**ABOUT THIS TASK:**
Copy each line of the entries beneath that contains the word "ringCentroid".

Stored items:
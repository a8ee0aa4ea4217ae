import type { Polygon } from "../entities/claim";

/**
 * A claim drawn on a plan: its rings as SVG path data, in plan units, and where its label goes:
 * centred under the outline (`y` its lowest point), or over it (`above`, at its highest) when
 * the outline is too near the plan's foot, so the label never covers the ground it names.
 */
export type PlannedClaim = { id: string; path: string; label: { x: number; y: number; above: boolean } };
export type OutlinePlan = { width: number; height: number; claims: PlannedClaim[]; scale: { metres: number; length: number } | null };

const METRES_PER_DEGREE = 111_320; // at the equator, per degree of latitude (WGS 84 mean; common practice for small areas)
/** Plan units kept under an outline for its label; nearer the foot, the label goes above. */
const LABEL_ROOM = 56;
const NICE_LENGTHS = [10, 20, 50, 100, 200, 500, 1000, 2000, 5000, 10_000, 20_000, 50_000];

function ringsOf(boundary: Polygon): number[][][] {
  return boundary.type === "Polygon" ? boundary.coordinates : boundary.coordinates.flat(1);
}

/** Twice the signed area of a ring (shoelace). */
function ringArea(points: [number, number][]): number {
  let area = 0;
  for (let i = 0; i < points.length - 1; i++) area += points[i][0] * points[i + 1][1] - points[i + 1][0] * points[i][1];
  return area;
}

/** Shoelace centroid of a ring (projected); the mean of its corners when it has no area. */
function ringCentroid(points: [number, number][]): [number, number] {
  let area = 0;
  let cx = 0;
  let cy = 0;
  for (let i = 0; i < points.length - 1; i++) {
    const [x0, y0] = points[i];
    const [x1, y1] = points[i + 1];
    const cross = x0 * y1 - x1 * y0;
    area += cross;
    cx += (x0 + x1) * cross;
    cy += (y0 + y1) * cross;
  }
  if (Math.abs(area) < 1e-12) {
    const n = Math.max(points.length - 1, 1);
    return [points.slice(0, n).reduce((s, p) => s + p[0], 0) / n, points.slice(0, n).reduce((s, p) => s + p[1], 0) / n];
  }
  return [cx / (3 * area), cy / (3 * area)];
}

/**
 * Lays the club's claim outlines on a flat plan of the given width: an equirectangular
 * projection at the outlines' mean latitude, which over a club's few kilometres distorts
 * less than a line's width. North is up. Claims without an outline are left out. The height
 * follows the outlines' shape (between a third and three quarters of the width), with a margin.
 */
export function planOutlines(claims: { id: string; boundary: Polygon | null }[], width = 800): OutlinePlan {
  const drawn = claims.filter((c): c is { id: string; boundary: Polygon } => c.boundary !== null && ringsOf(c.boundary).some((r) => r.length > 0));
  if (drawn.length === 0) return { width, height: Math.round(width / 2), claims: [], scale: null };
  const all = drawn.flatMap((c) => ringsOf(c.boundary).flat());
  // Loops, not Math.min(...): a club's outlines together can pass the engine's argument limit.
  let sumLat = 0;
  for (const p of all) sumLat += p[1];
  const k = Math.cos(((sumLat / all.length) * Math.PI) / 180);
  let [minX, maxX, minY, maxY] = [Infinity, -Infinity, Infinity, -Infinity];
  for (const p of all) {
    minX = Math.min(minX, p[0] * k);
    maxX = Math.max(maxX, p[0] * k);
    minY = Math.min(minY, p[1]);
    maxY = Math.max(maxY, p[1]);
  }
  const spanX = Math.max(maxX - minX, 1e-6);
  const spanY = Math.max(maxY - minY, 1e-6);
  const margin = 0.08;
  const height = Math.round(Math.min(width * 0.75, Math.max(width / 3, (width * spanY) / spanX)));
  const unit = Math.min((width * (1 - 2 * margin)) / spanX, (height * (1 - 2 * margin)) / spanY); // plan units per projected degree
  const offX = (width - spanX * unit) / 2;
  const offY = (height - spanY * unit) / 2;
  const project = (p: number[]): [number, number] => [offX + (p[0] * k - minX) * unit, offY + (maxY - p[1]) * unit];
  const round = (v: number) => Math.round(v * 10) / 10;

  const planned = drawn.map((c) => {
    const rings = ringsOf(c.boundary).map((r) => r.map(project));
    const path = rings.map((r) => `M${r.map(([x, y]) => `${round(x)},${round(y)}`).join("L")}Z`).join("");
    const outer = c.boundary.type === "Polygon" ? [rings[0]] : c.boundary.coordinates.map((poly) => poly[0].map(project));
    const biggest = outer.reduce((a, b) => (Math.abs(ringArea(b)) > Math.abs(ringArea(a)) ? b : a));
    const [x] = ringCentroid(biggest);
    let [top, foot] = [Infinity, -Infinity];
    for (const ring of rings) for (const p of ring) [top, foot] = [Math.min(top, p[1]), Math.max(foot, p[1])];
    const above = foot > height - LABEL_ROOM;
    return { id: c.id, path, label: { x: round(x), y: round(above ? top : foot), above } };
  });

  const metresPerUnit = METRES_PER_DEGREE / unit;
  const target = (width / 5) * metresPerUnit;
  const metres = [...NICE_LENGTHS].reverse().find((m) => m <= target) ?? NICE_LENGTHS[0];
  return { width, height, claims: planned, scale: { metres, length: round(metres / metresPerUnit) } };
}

**RESPONSE BELOW:**
function ringCentroid(points: [number, number][]): [number, number] {
    const [x] = ringCentroid(biggest);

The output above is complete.